I protagonisti sono infatti i figli di quelli della puntata precedente, Niki Lauda e James Hunt; due personalità completamente antitetiche, ma che con le loro battaglie in pista hanno consegnato agli albi una delle stagioni più entusiasmanti del mondiale di Formula 1, quella del 1976, brillantemente rappresentata e raccontata nella pellicola “Rush” diretta da Ron Howard e che in molti ricorderanno.

Al solo sentire questi nomi non si può non pensare a quell’annata, così beffarda per il pilota austriaco che fino a quel famigerato 1 agosto possedeva tutte le carte in regola per bissare il titolo iridato conquistato l’anno precedente. E invece sugli insidiosi 23 Km di asfalto umido del Nordschleife, si concretizza la “sliding door” del campionato: l’incidente che mette fuori gioco Lauda e rilancia le speranze di Hunt culminate nell’incredibile epilogo del Gran Premio del Giappone, disputatosi sotto un torrenziale acquazzone sul tracciato del Fuji. Non fu sufficiente il miracoloso ritorno del pilota della Ferrari a Monza, solamente 42 giorni dopo il rogo che poteva costargli la vita; la tenacia elauda_hunt_2 la determinazione dell’inglese ebbero la meglio e furono tali da permettergli di conquistare il campionato con un solo punto di vantaggio proprio nell’ultima gara, complice il forfait del rivale a causa delle condizioni meteo.

Esattamente 40 anni dopo, i nomi di Lauda e Hunt torneranno così a calcare i circuiti di una stessa competizione automobilistica, questa volta però nelle vesti di compagni di squadra e in una serie tutta made in Usa, se pur disputata in Europa. La scelta delle ruote coperte?

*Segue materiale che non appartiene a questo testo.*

"""warehouse.health on a small warehouse built here, against values computed independently in the test."""

from __future__ import annotations

from datetime import date, datetime, timedelta

import numpy as np
import polars as pl
import pytest
from scipy import stats

from tests.health.demo_warehouse import insert_frame
from warehouse import health, schema, store
from warehouse.errors import ConfigError

T0 = datetime(2026, 11, 2)  # a Monday: ISO week 2026-W45 (checked with date.isocalendar below)
TOOLS = {"SEM-A": 0.0, "SEM-B": 0.0, "SEM-C": 1.0}  # SEM-C reads 1 nm high from the first day
DAYS, SITES, REPEATS = 28, 2, 3
PLACED = 240


@pytest.fixture(scope="module")
def small_db(tmp_path_factory):
    rng = np.random.default_rng(2026)
    rows, insp, prod = [], [], []
    for d in range(DAYS):
        for t, off in TOOLS.items():
            day_effect = rng.normal(0, 0.05)
            for s in range(1, SITES + 1):
                for r in range(1, REPEATS + 1):
                    rows.append(
                        dict(
                            lot_id="MON",
                            wafer_id="MON-01",
                            site_id=str(s),
                            product="ENG",
                            layer="MON",
                            stage="etch",
                            parameter="cd_mid",
                            feature="M45",
                            value=round(45.0 + off + 0.2 * s + day_effect + rng.normal(0, 0.2), 4),
                            unit="nm",
                            measured_at=T0 + timedelta(days=d, hours=6, minutes=10 * s + r),
                            metrology_tool=t,
                            repeat=r,
                            sample_kind="monitor",
                        )
                    )
            prod.append(
                dict(
                    lot_id=f"L{d:02d}{t[-1]}",
                    wafer_id=f"L{d:02d}{t[-1]}.1",
                    site_id="1",
                    product="P1",
                    layer="L1",
                    stage="etch",
                    parameter="cd_mid",
                    feature=None,
                    value=40.0,
                    unit="nm",
                    measured_at=T0 + timedelta(days=d, hours=9),
                    metrology_tool=t,
                    repeat=1,
                    sample_kind="production",
                )
            )
        for tool, found in (("INS-1", 228), ("INS-2", 228 if d < 21 else 190)):
            insp.append(
                dict(
                    lot_id="STD",
                    wafer_id="STD-01",
                    product="ENG",
                    layer="STD",
                    inspection_tool=tool,
                    inspected_at=T0 + timedelta(days=d, hours=4),
                    inspected_area_cm2=679.0,
                    defect_count=found,
                    sample_kind="standard_defect",
                )
            )
    ref = pl.DataFrame(
        dict(
            feature=["F1", "F2", "F3", "F4"],
            layer="L1",
            parameter="cd_mid",
            reference_value=[30.0, 45.0, 60.0, 75.0],
            reference_uncertainty=0.4,
            unit="nm",
            reference_method="xsem_tem",
        )
    )
    refm = [
        dict(
            lot_id="REF",
            wafer_id="REF-01",
            site_id=f,
            product="ENG",
            layer="L1",
            stage="etch",
            parameter="cd_mid",
            feature=f,
            value=v + 0.5 + 0.1 * r,
            unit="nm",
            measured_at=T0 + timedelta(days=1, hours=12, minutes=r),
            metrology_tool="SEM-A",
            repeat=r,
            sample_kind="reference_feature",
        )
        for f, v in zip(["F1", "F2", "F3", "F4"], [30.0, 45.0, 60.0, 75.0], strict=True)
        for r in (1, 2)
    ]
    spec = pl.DataFrame(
        dict(
            product="*",
            layer="L1",
            parameter="cd_mid",
            lsl=36.0,
            target=40.0,
            usl=44.0,
            unit="nm",
            effective_from=datetime(2026, 1, 1),
        )
    )
    path = tmp_path_factory.mktemp("small") / "small.duckdb"
    with store.open_warehouse(path, create=True) as con, store.transaction(con):
        insert_frame(con, schema.MEASUREMENTS, pl.DataFrame(rows + prod + refm), file_id=1)
        insert_frame(con, schema.INSPECTIONS, pl.DataFrame(insp), file_id=2)
        insert_frame(con, schema.REFERENCE_VALUES, ref, file_id=3)
        insert_frame(con, schema.SPEC_LIMITS, spec, file_id=4)
    return path, pl.DataFrame(rows)


def test_parse_week_matches_iso_calendar():
    w = health.parse_week("2026-W48")
    assert w.start == datetime.combine(date.fromisocalendar(2026, 48, 1), datetime.min.time())  # ISO 8601
    assert w.end - w.start == timedelta(days=7)
    assert health.week_of(datetime(2027, 1, 1)).label == "2026-W53"  # 2026 has 53 ISO weeks (Python calendar)
    with pytest.raises(ConfigError, match="not an ISO week"):
        health.parse_week("2026-W60")


def test_weekly_health_default_week_and_monitor_rows(small_db):
    path, rows = small_db
    with store.open_warehouse(path, read_only=True) as con:
        assert health.latest_week(con).label == "2026-W48"  # T0 + 27 days = 2026-11-29, ISO week 48
        runs = health.monitor_runs(con, end=T0 + timedelta(days=DAYS))
    assert runs.height == rows.height
    assert sorted(runs["target"].unique()) == ["M45/1", "M45/2"]


def test_weekly_health_fleet_offset_and_repeatability_equal_direct_computation(small_db):
    path, rows = small_db
    h = health.read_weekly_health(path, week="2026-W48")
    wk = rows.filter(pl.col("measured_at") >= h.week.start).with_columns(
        pl.col("measured_at").dt.date().alias("day")
    )
    daily = wk.group_by("metrology_tool", "site_id", "day").agg(
        pl.col("value").mean().alias("m"), pl.col("value").var(ddof=1).alias("v")
    )
    daily = daily.with_columns((pl.col("m") - pl.col("m").mean().over("site_id", "day")).alias("off"))
    for tool in TOOLS:
        per_day = (
            daily.filter(pl.col("metrology_tool") == tool).group_by("day").agg(pl.col("off").mean())["off"]
        )
        x = per_day.to_numpy()
        half = stats.t.ppf(0.975, x.size - 1) * x.std(ddof=1) / np.sqrt(x.size)
        row = h.cdsem.filter(pl.col("tool") == tool).row(0, named=True)
        assert row["fleet_offset_nm"] == pytest.approx(x.mean(), abs=1e-9)
        assert row["fleet_offset_hi"] - row["fleet_offset_nm"] == pytest.approx(half, rel=1e-9)
        # repeatability: pooled within-day SD of repeats (equal n: root mean of the variances), NIST §2.4.4
        pooled = np.sqrt(daily.filter(pl.col("metrology_tool") == tool)["v"].mean())
        assert row["repeatability_nm"] == pytest.approx(pooled, rel=1e-9)
        # P/T = 6 sigma / (USL - LSL) against L1's spec (common practice)
        pt = h.cdsem_pt.filter(pl.col("tool") == tool).row(0, named=True)
        assert pt["p_to_t"] == pytest.approx(6 * row["reproducibility_nm"] / 8.0, rel=1e-12)
    assert h.cdsem.filter(pl.col("offset_flag"))["tool"].to_list() == ["SEM-C"]


def test_weekly_health_capture_rate_equals_exact_binomial_interval(small_db):
    path, _ = small_db
    h = health.read_weekly_health(
        path, week="2026-W48", settings=health.HealthSettings(standard_placed=PLACED)
    )
    row = h.inspection.filter(pl.col("tool") == "INS-2").row(0, named=True)
    ci = stats.binomtest(190 * 7, PLACED * 7).proportion_ci(0.95, method="exact")  # Clopper-Pearson (scipy)
    assert row["capture_rate"] == pytest.approx(190 / PLACED)
    assert (row["capture_lo"], row["capture_hi"]) == pytest.approx((ci.low, ci.high), rel=1e-9)
    assert row["baseline_capture"] == pytest.approx(228 / PLACED)
    assert h.inspection.filter(pl.col("capture_fell"))["tool"].to_list() == ["INS-2"]


def test_reference_pairs_average_repeats_per_feature(small_db):
    path, _ = small_db
    with store.open_warehouse(path, read_only=True) as con:
        pairs = health.reference_pairs(con, end=T0 + timedelta(days=DAYS))
    assert pairs["reference"].to_list() == [30.0, 45.0, 60.0, 75.0]
    assert pairs["measured"].to_list() == pytest.approx([30.65, 45.65, 60.65, 75.65])
    assert set(pairs["n_repeats"]) == {2}


def test_monitor_call_names_a_drift_or_step_only_where_that_shape_beats_a_constant_level():
    # EWMA signal days with the shape fit of the recent days (spc.shape: BIC of step, ramp and constant);
    # an EWMA signal over noise about a level is a "signal" of no clear shape, not a drift
    card = pl.DataFrame(
        {
            "tool": ["A", "B", "C", "D", "E", "F"],
            "monitor_days": [7, 7, 7, 7, 7, None],
            "ewma_signal_days": [3, 3, 3, 3, 0, None],
            "change_shape": ["ramp", "ramp", "step", "step", "ramp", None],
            "change_clear": [True, False, True, False, True, None],
            "drift_nm": [-0.6, 0.04, 1.2, 0.05, -0.6, None],
        }
    )
    flagged = health._flag_cdsems(card, health.HealthSettings())
    # F ran no monitor in the week (a tool that stopped reporting): not "ok"
    assert flagged["monitor_status"].to_list() == ["drift", "signal", "step", "signal", "ok", "no data"]


def test_attention_names_tool_level_charts_by_the_tool_not_as_a_chamber_called_all():
    # series split by process tool only fill the scorecard's chamber column with WHOLE_TOOL
    assert (
        health._chamber_name("ETCH-D", health.WHOLE_TOOL)
        == "Process tool ETCH-D (charts not split by chamber)"
    )
    assert health._chamber_name("ETCH-D", "CH1") == "Process chamber ETCH-D/CH1"
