def evaluate_connection(con, *, full: bool = False, user: str = "unknown") -> RunSummary:
    """Evaluate inside an open connection (the caller owns the transaction)."""
    t0 = time.perf_counter()
    plan = current_plan(con)
    if plan is None:
        raise ConfigError("no monitoring plan is loaded", fix="run `lotline plan load PLAN.toml` first")
    version = current_plan_version(con)
    last = con.execute(
        "SELECT watermark_file_id, plan_version FROM evaluation_runs ORDER BY run_id DESC LIMIT 1"
    ).fetchall()
    wm_new = int(con.execute("SELECT coalesce(max(file_id), 0) FROM source_files").fetchall()[0][0])
    full = full or not last or int(last[0][1]) != version or not _chart_points_written(con)
    wm_old = 0 if not last else int(last[0][0])
    started = _now()
    s = RunSummary("full" if full else "incremental", version, wm_new)
    # An incremental run's reads (what changed, then each entry's points of the changed lots) run on
    # cursors in background threads, overlapping the lot index update, the per-entry computation and the
    # writes on ``con`` (the only connection that writes). Cursors see the committed warehouse; evaluation
    # writes no fact, so they read what ``con`` would. Full reads stay sequential, to hold one entry's
    # points in memory at a time.
    with ThreadPoolExecutor(max_workers=READ_THREADS, thread_name_prefix="lotline-read") as pool:
        changes = (
            None if full else pool.submit(_on_cursor, con.cursor(), pts_mod.read_changes, watermark=wm_old)
        )
        pts_mod.update_lot_index(con)
        ctx = _Context(con, started, user, s)
        ctx.changes = {} if changes is None else changes.result()
        reads = [_start_reads(ctx, pool, e, full=full, watermark=wm_old) for e in plan.entries]
        for e, r in zip(plan.entries, reads, strict=True):
            _evaluate_entry(ctx, e, r, watermark=wm_old)
    if full:
        _withdraw_removed_charts(ctx, [e.name for e in plan.entries])
    _flush(ctx)
    from warehouse import excursions

    gaps = {e.name: e.excursion_gap for e in plan.entries}
    s.excursions_opened = excursions.group_signals(
        con,
        series_ids=sorted(ctx.touched),
        now=started,
        gap=EXCURSION_GAP,
        gaps={sid: gaps[chart] for (chart, *_), sid in ctx.series.items() if chart in gaps},
        any_withdrawn=s.signals_withdrawn > 0,
    )
    s.series = len(ctx.touched)
    run_id = con.execute("SELECT nextval('run_id_seq')").fetchall()[0][0]
    con.execute(
        "INSERT INTO evaluation_runs VALUES (?, ?, ?, ?, ?, ?, ?, ?, ?, ?, ?)",
        [
            run_id,
            started,
            _now(),
            s.mode,
            version,
            wm_new,
            s.series,
            s.points,
            s.signals_new,
            s.signals_withdrawn,
            user,
        ],
    )
    con.execute("DELETE FROM meta WHERE key = ?", [CHART_POINTS_RUN])
    con.execute("INSERT INTO meta VALUES (?, ?)", [CHART_POINTS_RUN, str(run_id)])
    s.seconds = round(time.perf_counter() - t0, 3)
    return s
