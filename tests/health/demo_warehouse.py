"""The demo fab's canonical frames written straight into a warehouse, with a plan, then evaluated.

Ingesting the exports takes minutes; the tool-health tests need the facts, not the parsers, so the frames that
``demo_fab.generate.simulate`` returns are inserted as they are (lineage: one pseudo file per table).
"""

from __future__ import annotations

from pathlib import Path

from demo_fab.generate import DemoData
from tests.canonical_rows import build_simulated_warehouse, insert_frame  # noqa: F401 - re-exported

DEMO_DAYS = 27
PLAN_TEXT = """
[plan]
name = "tool-health test plan"

[[chart]]
name = "gate_etch_cd"
select = { layer = "GATE_ETCH", parameter = "cd_mid", product = "*", stage = "etch" }
statistic = "wafer_mean"
split = ["process_tool", "chamber", "product"]
step = "GATE_ETCH"
chart = "individuals"
rules = ["we1"]
baseline = { first = 20 }
severity = "high"

[[chart]]
name = "m1_etch_cd"
select = { layer = "M1_ETCH", parameter = "cd_mid", product = "*", stage = "etch" }
statistic = "wafer_mean"
split = ["process_tool", "chamber", "product"]
step = "M1_ETCH"
chart = "ewma"
baseline = { first = 20 }
severity = "medium"

[[chart]]
name = "gate_dev_cd"
select = { layer = "GATE_DEV", parameter = "cd_mid", product = "*", stage = "develop" }
statistic = "wafer_mean"
split = ["process_tool", "chamber", "product"]
step = "GATE_LITHO"
chart = "individuals"
rules = ["we1"]
baseline = { first = 20 }
severity = "medium"
"""


def build_demo_warehouse(path: Path, *, days: int = DEMO_DAYS, seed: int = 7) -> DemoData:
    """Simulate the demo fab, store its frames in a new warehouse at ``path``, load the plan, evaluate."""
    return build_simulated_warehouse(
        path, plan_text=PLAN_TEXT, plan_name="tool_health_plan.toml", days=days, seed=seed
    )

Secondo Freddie, al debutto assoluto in Nascar dopo qualche esperienza con le vetture turismo, ricalcare le orme del padre James (scomparso nel 1993 a 45 anni) non sembra essere la strada più soddisfacente, perché “la Formula 1 di oggi è noiosa e fa ridere”. Chissà se con Mathias, il quale può già vantare nel suo curriculum la vittoria nella prima gara di sempre nella Whelen Euro Series ottenuta sull’ovale bagnato del Tours Speedway, avrà modo di aprire una finestra sulla storia che ha coinvolto i loro padri ed è entrata nel cuore di milioni di appassionati.

Al semaforo verde della stagione 2016, i due figli d’arte partiranno a bordo di una Chevrolet SS (Mathias con il numero 66, Freddie con il 77) e una volta abbassata la visiera saranno pronti a battagliare nelle 6 gare previste dal calendario con gli occhi puntati addosso. Vero è che a differenza di quanto si possa pensare o aver intuito dalla rappresentazione cinematografica, fuori dalle piste tra James e Niki vigeva un profondo rispetto reciproco, nonostante le loro personalità fossero totalmente contrastanti.

Tuttavia, la storia recente insegna che spesso la condivisione del box può rappresentare un focolaio di attriti e incomprensioni tra i team-mate; Senna-Prost e Alonso-Hamilton tanto per citarne un paio. Per avere conferma di ciò che avverrà, bisognerà attendere l’avvio della prossima stagione.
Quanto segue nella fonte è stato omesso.